While health experts and food producers battle over how much salt should be dumped into processed foods, researchers at the U.S. Department of Agriculture are looking into other ways that people can keep blood pressure down to healthy levels. The Scientific American reports on their discovery that whole grain diets may help. Experiments there put seven men, nine premenopausal women, and nine
postmenopausal women, all with mildly high cholesterol, on the controlled Step I American Heart Association diet for 2 weeks. After that, refined carbohydrates in the Step I diet were
replaced with whole-grain foods. Two types of whole-grain diets
– whole wheat/brown rice, barley, or half wheat-rice/half
barley) were each consumed for 5 weeks. Sciam reports that blood pressure decreased significantly during the all
whole-grain diets. Systolic blood pressure, the top reading,
declined by 2.2 mm Hg when the subjects consumed the Step I
diet and declined by an additional 1.4 to 6.7 mm Hg while
subjects consumed the whole-grain diets. Diastolic blood pressure, the lower reading, declined by 2
mm Hg on the Step I diet and was reduced an additional 2.9 to
3.7 mm Hg when whole-grains were added.  Among the men, the article reports, the greatest reduction in arterial pressure
was observed during the half-and-half diet, while the greatest
reduction in arterial pressure for women occurred during the
diet with barley.
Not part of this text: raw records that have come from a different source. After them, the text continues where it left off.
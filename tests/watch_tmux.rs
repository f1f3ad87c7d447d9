//! The real `closeout watch` in a real terminal: tmux runs the binary on a study in a
//! temporary folder, the test appends responses to the followed file, and reads the
//! screen with `capture-pane` until the new counts appear. After `q`, the shell's
//! next command must find the terminal restored (no alternate screen, line editing
//! and echo back on). Waits are bounded by generous deadlines and wait only for what
//! the program must do; nothing depends on how fast it does it.
//!
//! tmux is needed: `.ci/run` installs it when it is missing. The study and its
//! responses are invented for this test.

#![allow(clippy::unwrap_used, clippy::expect_used, clippy::panic)]

use std::path::Path;
use std::process::Command;
use std::time::{Duration, Instant};

const STUDY: &str = r#"
title = "Harbour ferry riders' survey (invented for tests)"
[source]
file = "responses.csv"
id = "id"
[target]
margin = 0.10
confidence = 0.95
decide_by = "wilson"
[cells]
by = ["deck"]
[[measure]]
name = "on_time"
column = "q1"
yes = ["yes"]
no = ["no"]
[[quota]]
cell = { deck = "upper" }
[[quota]]
cell = { deck = "lower" }
"#;

fn rows(from: u64, to: u64) -> String {
    (from..to)
        .map(|i| {
            let deck = if i % 2 == 0 { "upper" } else { "lower" };
            let q1 = if i % 5 < 3 { "yes" } else { "no" };
            format!("r{i},{deck},{q1}\n")
        })
        .collect()
}

/// A tmux server of our own (its own socket), killed when the test ends.
struct Tmux {
    socket: String,
}

impl Tmux {
    fn start(name: &str, width: u16, height: u16, command: &str, env: &[(&str, &str)]) -> Tmux {
        let found = Command::new("tmux").arg("-V").output();
        assert!(
            found.is_ok_and(|o| o.status.success()),
            "this test needs tmux (apt-get install tmux; .ci/run installs it)"
        );
        let tmux = Tmux {
            socket: format!("closeout-{name}-{}", std::process::id()),
        };
        let mut cmd = Command::new("tmux");
        cmd.args([
            "-u",
            "-L",
            &tmux.socket,
            "-f",
            "/dev/null",
            "new-session",
            "-d",
        ]);
        cmd.args(["-x", &width.to_string(), "-y", &height.to_string()]);
        for (k, v) in env {
            cmd.args(["-e", &format!("{k}={v}")]);
        }
        cmd.arg(command);
        let status = cmd.status().unwrap();
        assert!(status.success(), "tmux did not start");
        tmux
    }

    fn screen(&self, escapes: bool) -> String {
        let mut cmd = Command::new("tmux");
        cmd.args(["-u", "-L", &self.socket, "capture-pane", "-p"]);
        if escapes {
            cmd.arg("-e");
        }
        String::from_utf8_lossy(&cmd.output().unwrap().stdout).into_owned()
    }

    /// The screen once it holds `text`; panics with the screen after a minute.
    fn wait_for(&self, text: &str) -> String {
        let deadline = Instant::now() + Duration::from_secs(60);
        loop {
            let screen = self.screen(false);
            if screen.contains(text) {
                return screen;
            }
            assert!(
                Instant::now() < deadline,
                "'{text}' never appeared; the screen:\n{screen}"
            );
            std::thread::sleep(Duration::from_millis(100));
        }
    }

    fn keys(&self, keys: &str) {
        let status = Command::new("tmux")
            .args(["-u", "-L", &self.socket, "send-keys", "-l", keys])
            .status()
            .unwrap();
        assert!(status.success());
    }
}

impl Drop for Tmux {
    fn drop(&mut self) {
        let _ = Command::new("tmux")
            .args(["-L", &self.socket, "kill-server"])
            .status();
    }
}

fn study_in(dir: &Path, responses: &str) {
    std::fs::write(dir.join("study.toml"), STUDY).unwrap();
    std::fs::write(dir.join("responses.csv"), responses).unwrap();
}

/// The shell line tmux runs: the dashboard, then what the terminal looks like after.
fn command(dir: &Path) -> String {
    format!(
        "cd '{}' && '{}' watch study.toml; echo \"EXITED $?\"; stty -a | tr ' ;' '\\n\\n' | grep -x -e '-\\?icanon' -e '-\\?echo'; echo 'SHELL DONE'; sleep 600",
        dir.display(),
        env!("CARGO_BIN_EXE_closeout")
    )
}

#[test]
fn the_dashboard_follows_appends_and_restores_the_terminal() {
    let dir = tempfile::tempdir().unwrap();
    study_in(dir.path(), &format!("id,deck,q1\n{}", rows(0, 40)));
    let tmux = Tmux::start("follow", 100, 30, &command(dir.path()), &[("TZ", "UTC")]);
    let screen = tmux.wait_for("40 counted");
    assert!(screen.contains("Harbour ferry riders' survey"), "{screen}");
    assert!(screen.contains("0 of 2 planned cells met"), "{screen}");

    // Responses arrive: the counts move, and both cells are met (wilson, ±10 points).
    let mut file = std::fs::OpenOptions::new()
        .append(true)
        .open(dir.path().join("responses.csv"))
        .unwrap();
    std::io::Write::write_all(&mut file, rows(40, 240).as_bytes()).unwrap();
    drop(file);
    let screen = tmux.wait_for("240 counted");
    assert!(screen.contains("READY TO CLOSE"), "{screen}");

    // q quits; the shell finds its terminal as it was.
    tmux.keys("q");
    assert_restored(&tmux);
}

/// The dashboard has ended with exit code 0 and the shell's terminal is as it was:
/// the dashboard's screen is gone (the alternate screen was left), line editing and
/// echo are on.
fn assert_restored(tmux: &Tmux) {
    let screen = tmux.wait_for("SHELL DONE");
    assert!(screen.contains("EXITED 0"), "{screen}");
    assert!(
        !screen.contains("counted"),
        "the dashboard is still on screen:\n{screen}"
    );
    let after: Vec<&str> = screen
        .lines()
        .skip_while(|l| !l.contains("EXITED"))
        .collect();
    assert!(after.contains(&"icanon"), "line editing is off:\n{screen}");
    assert!(after.contains(&"echo"), "echo is off:\n{screen}");
}

#[test]
fn without_colour_the_selection_is_in_reverse_video() {
    let dir = tempfile::tempdir().unwrap();
    study_in(dir.path(), &format!("id,deck,q1\n{}", rows(0, 40)));
    let tmux = Tmux::start(
        "mono",
        100,
        30,
        &command(dir.path()),
        &[("TZ", "UTC"), ("NO_COLOR", "1")],
    );
    tmux.wait_for("40 counted");
    let screen = tmux.screen(true);
    let selected = screen
        .lines()
        .find(|l| l.contains('▶'))
        .unwrap_or_else(|| panic!("no selected row:\n{screen}"));
    // SGR 7 is reverse video; 38;5 / 48;5 and 3x / 4x would be colours.
    assert!(selected.contains("\u{1b}[7m"), "{selected:?}");
    let colour = ["\u{1b}[38;", "\u{1b}[48;", "\u{1b}[3", "\u{1b}[4"];
    for line in screen.lines() {
        for c in colour {
            // tmux writes attributes alone as ESC[1m, ESC[4m (underline), ESC[7m.
            let coloured = line.match_indices(c).any(|(i, _)| {
                let rest = &line[i + 2..];
                !(rest.starts_with("4m") || rest.starts_with("39m") || rest.starts_with("49m"))
            });
            assert!(!coloured, "colour on screen under NO_COLOR: {line:?}");
        }
    }
    tmux.keys("q");
    tmux.wait_for("EXITED 0");
}

/// The dashboard's process in `dir` (its working folder tells it from other tests').
fn closeout_in(dir: &Path) -> Option<u32> {
    let found = Command::new("pgrep")
        .args(["-x", "closeout"])
        .output()
        .ok()?;
    String::from_utf8_lossy(&found.stdout)
        .lines()
        .filter_map(|l| l.trim().parse::<u32>().ok())
        .find(|pid| {
            std::fs::read_link(format!("/proc/{pid}/cwd"))
                .is_ok_and(|cwd| cwd == dir.canonicalize().unwrap())
        })
}

#[test]
fn sigterm_ends_the_dashboard_and_restores_the_terminal() {
    let dir = tempfile::tempdir().unwrap();
    study_in(dir.path(), &format!("id,deck,q1\n{}", rows(0, 40)));
    let tmux = Tmux::start("term", 100, 30, &command(dir.path()), &[("TZ", "UTC")]);
    tmux.wait_for("40 counted");
    let pid = closeout_in(dir.path()).expect("the dashboard's process");
    let killed = Command::new("kill")
        .args(["-TERM", &pid.to_string()])
        .status()
        .unwrap();
    assert!(killed.success());
    assert_restored(&tmux);
}

/// `closeout demo` on a terminal: the dashboard over the simulated fieldwork, to the
/// ready banner; after q, the closing check is printed on the restored terminal.
#[test]
fn the_demo_opens_the_dashboard_and_reaches_ready_to_close() {
    let dir = tempfile::tempdir().unwrap();
    let files = dir.path().join("demo");
    let command = format!(
        "'{}' demo --speed 200000 --dir '{}'; echo \"EXITED $?\"; sleep 600",
        env!("CARGO_BIN_EXE_closeout"),
        files.display()
    );
    let tmux = Tmux::start("demo", 100, 30, &command, &[]);
    let screen = tmux.wait_for("READY TO CLOSE");
    assert!(screen.contains("simulated clock"), "{screen}");
    assert!(screen.contains("all 24 planned cells met"), "{screen}");
    tmux.keys("q");
    let screen = tmux.wait_for("EXITED 0");
    assert!(screen.contains("A small honest check"), "{screen}");
    assert!(files.join("study.toml").is_file());
}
Postmenopausal women were the least
responsive.
Read more in the Scientific American.

2 Comments

  • Policosanol

    There is a intresting post on “SportsGeezer: Whole Grains May Lower Blood Pressure” which I found relevent to lowering cholesterol and Policosanol and I recommend that everyone drop by and…

  • Whole Grains May Lower Blood Pressure

    Theres doubt or questionning about the role diet plays in a treatment plan to lower blood pressure. Not only can the right diet dramatically reduce your blood pressure, but recent research studies are pointing to specific foods that by the…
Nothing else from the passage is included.